I have just ordered Princess Daisy a new pink (yes pink! ) rolled leather collar! Her soft puppy collar is one of the reasons she is matting round the neck so I thought it was time to get a decent one for her. These are reccomended for long hair breeds and I have heard other owners reccomend them. 

Thought the link might be useful for anyone else thinking of changing from puppy to adult collars. 

http://www.franceskellybridles.co.uk/products.php?bridle_type=269&nam=Dog Collars and Harnesses#colour

I will post a picture when it arrives!


----------



## JoJo (Mar 2, 2011)

Very smart .... cant wait to see pics of Daisy


----------



## Turi (Jun 28, 2011)

Daisy will look pretty with a pink collar - good choice! 

Turi x


----------



## M&M's mummy (Jul 12, 2011)

Has to be pink  especially with black cockapoos- really suits them- plus she is a girlie 

When we first got Milly I bought her a pink puppy collar and hubby was  when I got her an adult one he was like " It has to be pink!!!" 

I have met a nice lady on the field we use who has a lovely whippet called Betty. She really loved my two's harnesses and she wanted to get Betty one.

But her mean OH wouldn't let her get a pink one!!! so she had to have green. What a meanie  I even said to her what about the blues as they had some lovely shades, thought that would be a good compromise.

My hubby didn't even get asked :laugh::laugh:


----------



## Sezra (May 20, 2011)

I was going to get red as I love red, but I got swayed at the last minute and changed it! I hope it will look nice especially as I opted for an expensive hand made one rather than a cheap brown ancol one!


----------



## M&M's mummy (Jul 12, 2011)

Sezra said:


> I was going to get red as I love red, but I got swayed at the last minute and changed it! I hope it will look nice especially as I opted for an expensive hand made one rather than a cheap brown ancol one!
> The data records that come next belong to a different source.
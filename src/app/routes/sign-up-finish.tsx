import { Link, useNavigate, useSearchParams } from 'react-router-dom';
import { Notice } from '@/components/ui/notice';
import { PublicPage } from '@/components/ui/public-page';
import { FinishSignUpForm } from '@/features/auth/components/finish-sign-up-form';

/** /sign-up/finish?token=…: reached from the sign-up e-mail. */
export function SignUpFinishRoute() {
  const [params] = useSearchParams();
  const navigate = useNavigate();
  const token = params.get('token') ?? '';
  return (
    <PublicPage title="Create your account">
      {token ? (
        <FinishSignUpForm token={token} onSignedUp={() => navigate('/today', { replace: true })} />
      ) : (
        <Notice tone="error" title="This page needs the link from the sign-up e-mail." />
      )}
      <Link
        className="inline-flex min-h-target items-center font-bold underline underline-offset-4"
        to="/sign-up"
      >
        Start again
      </Link>
    </PublicPage>
  );
}
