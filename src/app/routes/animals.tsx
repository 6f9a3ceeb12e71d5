import { useCallback, useMemo, useState } from 'react';
import { Link, useNavigate } from 'react-router-dom';
import { localDateOf } from '#shared/domain/local-dates';
import { NoCollection } from '@/app/layout/no-collection';
import { useShell } from '@/app/layout/use-shell';
import { Button } from '@/components/ui/button';
import { Notice } from '@/components/ui/notice';
import { Loading } from '@/components/ui/spinner';
import {
  useLocationChanges,
  useLocations,
  useMoveAnimals,
  useRetireAllAnimals,
} from '@/features/animals/api/animal-records';
import { useAnimalList } from '@/features/animals/api/list-animals';
import { AnimalTable } from '@/features/animals/components/animal-table';
import { MovePanel } from '@/features/animals/components/move-panel';
import { RetirePanel } from '@/features/animals/components/retire-panel';
import { useRound } from '@/features/rounds/api/get-round';
import { useSizeUnit } from '@/lib/preferences';

const linkClass =
  'inline-flex min-h-target items-center rounded-xl border-2 border-border px-4 text-lg font-bold';

export function AnimalsRoute() {
  const { me, collection } = useShell();
  if (!collection) return <NoCollection />;
  if (collection.role === 'helper')
    return (
      <Notice
        tone="info"
        title="The collection’s records are kept by its keepers. Your round is on Today."
      />
    );
  return (
    <Collection
      userId={me.user.id}
      collectionId={collection.collectionId}
      timeZone={collection.timeZone}
    />
  );
}

function Collection({
  userId,
  collectionId,
  timeZone,
}: {
  userId: string;
  collectionId: string;
  timeZone: string;
}) {
  const navigate = useNavigate();
  const list = useAnimalList(collectionId);
  const { local } = useRound(userId, collectionId, 'today');
  const places = useLocations(collectionId);
  const placeChanges = useLocationChanges(collectionId);
  const move = useMoveAnimals(collectionId);
  const retire = useRetireAllAnimals(collectionId);
  const [unit] = useSizeUnit();
  const [chosen, setChosen] = useState<string[]>([]);
  const [panel, setPanel] = useState<'move' | 'retire' | null>(null);
  const dueToday = useMemo(
    () => new Set(local.data?.round.items.map((i) => i.animal.id) ?? []),
    [local.data],
  );
  const onSelection = useCallback((ids: string[]) => setChosen(ids), []);
  const what = chosen.length === 1 ? '1 animal' : `${chosen.length} animals`;

  return (
    <div className="flex flex-col gap-3">
      <h1 className="text-3xl font-extrabold">Animals</h1>
      <div className="flex flex-wrap gap-2">
        <Link
          to="/animals/new"
          className={`${linkClass} border-primary bg-primary text-on-primary`}
        >
          Add animal
        </Link>
        <Link to="/places" className={linkClass}>
          Places
        </Link>
        <Link to="/import" className={linkClass}>
          Import CSV
        </Link>
        <Link to="/labels" className={linkClass}>
          Labels…
        </Link>
        <Link to="/breeding" className={linkClass}>
          Breeding
        </Link>
      </div>
      {chosen.length > 0 && (
        <section
          aria-label="Chosen animals"
          className="sticky top-0 z-10 flex flex-col gap-2 rounded-2xl border-2 border-text bg-bg p-2"
        >
          <p className="font-bold">{what} chosen</p>
          <div className="flex flex-wrap gap-2">
            <Button
              variant="secondary"
              onClick={() => navigate('/labels', { state: { animalIds: chosen } })}
            >
              Print labels
            </Button>
            <Button variant="secondary" onClick={() => setPanel('move')}>
              Move…
            </Button>
            <Button variant="secondary" onClick={() => setPanel('retire')}>
              Retire…
            </Button>
          </div>
          {panel === 'move' && (
            <MovePanel
              what={what}
              locations={places.data?.locations ?? []}
              moving={chosen}
              onCreatePlace={(p) => placeChanges.create.mutateAsync(p).then((l) => l.id)}
              onMove={(locationId, rehoused) =>
                move
                  .mutateAsync({ animalIds: chosen, locationId, rehoused })
                  .then(() => setPanel(null))
              }
              onCancel={() => setPanel(null)}
            />
          )}
          {panel === 'retire' && (
            <RetirePanel
              what={what}
              today={localDateOf(new Date(), timeZone)}
              onRetire={(body) =>
                retire.mutateAsync({ animalIds: chosen, body }).then(() => setPanel(null))
              }
              onCancel={() => setPanel(null)}
            />
          )}
        </section>
      )}
      {list.isPending && <Loading label="Loading animals…" />}
      {list.isError && <Notice tone="error" title={list.error.message} />}
      {list.data && (
        <AnimalTable
          animals={list.data.animals}
          dueToday={dueToday}
          unit={unit}
          timeZone={timeZone}
          onSelection={onSelection}
        />
      )}
    </div>
  );
}
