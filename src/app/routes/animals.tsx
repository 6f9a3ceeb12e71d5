import { useCallback, useMemo, useState } from 'react';
import { Link, useNavigate } from 'react-router-dom';
import { localDateOf } from '#shared/domain/local-dates';
import { NoCollection } from '@/app/layout/no-collection';
import { useShell } from '@/app/layout/use-shell';
import { Button } from '@/components/ui/button';
import { Notice } from '@/components/ui/notice';
import { Loading } from '@/components/ui/spinner';
import {
  useLocationChanges,
  useLocations,
  useMoveAnimals,
  useRetireAllAnimals,
} from '@/features/animals/api/animal-records';
import { useAnimalList } from '@/features/animals/api/list-animals';
import { AnimalTable } from '@/features/animals/components/animal-table';
import { MovePanel } from '@/features/animals/components/move-panel';
import { RetirePanel } from '@/features/animals/components/retire-panel';
import { useRound } from '@/features/rounds/api/get-round';
import { useSizeUnit } from '@/lib/preferences';

/** Where the collection's other work lives, one tap from its list. */
const TOOLS = [
  { to: '/labels', label: 'Print labels' },
  { to: '/breeding', label: 'Breeding' },
  { to: '/import', label: 'Import CSV' },
  { to: '/places', label: 'Places' },
] as const;

const linkClass =
  'inline-flex min-h-target items-center rounded-xl border-2 border-border px-4 text-lg font-bold';

export function AnimalsRoute() {
  const { me, collection } = useShell();
  if (!collection) return <NoCollection />;
  if (collection.role === 'helper')
    return (
      <Notice
        tone="info"
        title="The collection’s records are kept by its keepers. Your round is on Today."
      />
    );
  return (
    <Collection
      userId={me.user.id}
      collectionId={collection.collectionId}
      timeZone={collection.timeZone}
    />
  );
}

function Collection({
  userId,
  collectionId,
  timeZone,
}: {
  userId: string;
  collectionId: string;
  timeZone: string;
}) {
  const navigate = useNavigate();
  const list = useAnimalList(collectionId);
  const { local } = useRound(userId, collectionId, 'today');
  const places = useLocations(collectionId);
  const placeChanges = useLocationChanges(collectionId);
  const move = useMoveAnimals(collectionId);
  const retire = useRetireAllAnimals(collectionId);
  const [unit] = useSizeUnit();
  const [chosen, setChosen] = useState<string[]>([]);
  const [panel, setPanel] = useState<'move' | 'retire' | null>(null);
  const dueToday = useMemo(
    () => new Set(local.data?.round.items.map((i) => i.animal.id) ?? []),
    [local.data],
  );
  const onSelection = useCallback((ids: string[]) => setChosen(ids), []);
  const what = chosen.length === 1 ? '1 animal' : `${chosen.length} animals`;

  return (
    <div className="flex flex-col gap-3">
      <div className="flex flex-wrap items-center justify-between gap-2">
        <h1 className="text-3xl font-extrabold">Animals</h1>
        <div className="flex flex-wrap items-center gap-2">
          <Link
            to="/animals/new"
            className={`${linkClass} border-primary bg-primary text-on-primary`}
          >
            Add animal
          </Link>
          {/* Wide screens have room for every link; a phone folds them into one menu. */}
          <nav aria-label="Collection tools" className="hidden gap-2 lg:flex">
            {TOOLS.map((t) => (
              <Link key={t.to} to={t.to} className={linkClass}>
                {t.label}
              </Link>
            ))}
          </nav>
          <details className="group relative lg:hidden">
            <summary
              className={`${linkClass} cursor-pointer list-none gap-2 [&::-webkit-details-marker]:hidden`}
            >
              <span>More</span>
              <span aria-hidden="true" className="transition-transform group-open:rotate-180">
                ▾
              </span>
            </summary>
            <nav
              aria-label="Collection tools"
              className="absolute right-0 z-30 mt-1 flex w-60 flex-col rounded-xl border-2 border-border bg-surface p-1 shadow-lg"
            >
              {TOOLS.map((t) => (
                <Link
                  key={t.to}
                  to={t.to}
                  className="flex min-h-target items-center rounded-lg px-3 text-lg font-bold hover:bg-bg"
                >
                  {t.label}
                </Link>
              ))}
            </nav>
          </details>
        </div>
      </div>
      {chosen.length > 0 && (
        <section
          aria-label="Chosen animals"
          className="sticky top-0 z-10 flex flex-col gap-2 rounded-2xl border-2 border-text bg-bg p-2"
        >
          <p className="font-bold">{what} chosen</p>
          <div className="flex flex-wrap gap-2">
            <Button
              variant="secondary"
              onClick={() => navigate('/labels', { state: { animalIds: chosen } })}
            >
              Print labels
            </Button>
            <Button variant="secondary" onClick={() => setPanel('move')}>
              Move…
            </Button>
            <Button variant="secondary" onClick={() => setPanel('retire')}>
              Retire…
            </Button>
          </div>
          {panel === 'move' && (
            <MovePanel
              what={what}
              locations={places.data?.locations ?? []}
              moving={chosen}
              onCreatePlace={(p) => placeChanges.create.mutateAsync(p).then((l) => l.id)}
              onMove={(locationId, rehoused) =>
                move
                  .mutateAsync({ animalIds: chosen, locationId, rehoused })
                  .then(() => setPanel(null))
              }
              onCancel={() => setPanel(null)}
            />
          )}
          {panel === 'retire' && (
            <RetirePanel
              what={what}
              today={localDateOf(new Date(), timeZone)}
              onRetire={(body) =>
                retire.mutateAsync({ animalIds: chosen, body }).then(() => setPanel(null))
              }
              onCancel={() => setPanel(null)}
            />
          )}
        </section>
      )}
      {list.isPending && <Loading label="Loading animals…" />}
      {list.isError && <Notice tone="error" title={list.error.message} />}
      {list.data && (
        <AnimalTable
          animals={list.data.animals}
          dueToday={dueToday}
          unit={unit}
          timeZone={timeZone}
          onSelection={onSelection}
        />
      )}
    </div>
  );
}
What a snob :laugh::laugh:


----------



## Sezra (May 20, 2011)

M&M's mummy said:


> What a snob :laugh::laugh:


I know!  

They are supposed to be softer, honest!


----------



## JoJo (Mar 2, 2011)

Well only the best for Daisy ... 

Honey has pink and Picnic has purple .. but not posh ones like Daisy yet.... 

Oakley is green .. my favourite colour  it had to be green ..


----------



## Mogdog (Feb 6, 2011)

Daisy will look fab. 

I've heard these rolled collours are good for coats prone to matting ... maybe I'll order for Xmas! Quite like royal blue for Bess and black for Maisie ... same colour as their leads. Too expensive to get the leads as well I'm afraid.


----------



## ali-s.j. (Jun 6, 2011)

Ooh, I think Izzy will need one of those, and it will be Pink! Let me know how the dye is - poor Phoebe has a pink stained tuxedo as she can't keep away from water and her pink collar was a cheapie, so I'll have to buy her one too


----------



## Sezra (May 20, 2011)

ali-s.j. said:


> Ooh, I think Izzy will need one of those, and it will be Pink! Let me know how the dye is - poor Phoebe has a pink stained tuxedo as she can't keep away from water and her pink collar was a cheapie, so I'll have to buy her one too


I will let you know what it is like complete with a picture of course!  There was a section on the order from where you could say of your dog had a light coat or not, maybe it is treated differently?

I couldn't justify the lead as apart from making it a REALLY expensive purchase we already have a long line, a retractable lead, a brown rolled leather one bought with her first rolled leather collar which was too small (and will be going on ebay!) and a nice patterned red one. I don't need anymore leads!  :behindsofa:

Hope I didn't really sound snobby!


----------



## ali-s.j. (Jun 6, 2011)

Certainly not! Nothing but the best sounds perfectly reasonable to me


----------



## Sezra (May 20, 2011)

That's good!  

I am sure I could have found a more expensive one if I tried but it would have have sparkly things on it and there is no point having a bling collar if you are covered in matts!  It is not a good look for a Cockapoo Princess :whatever:!


----------



## Jedicrazy (Apr 26, 2011)

I like those rolled collars and I'm putting a red one on Obi's xmas list from Santa. If he was a girl I'd definitely be getting pink!


----------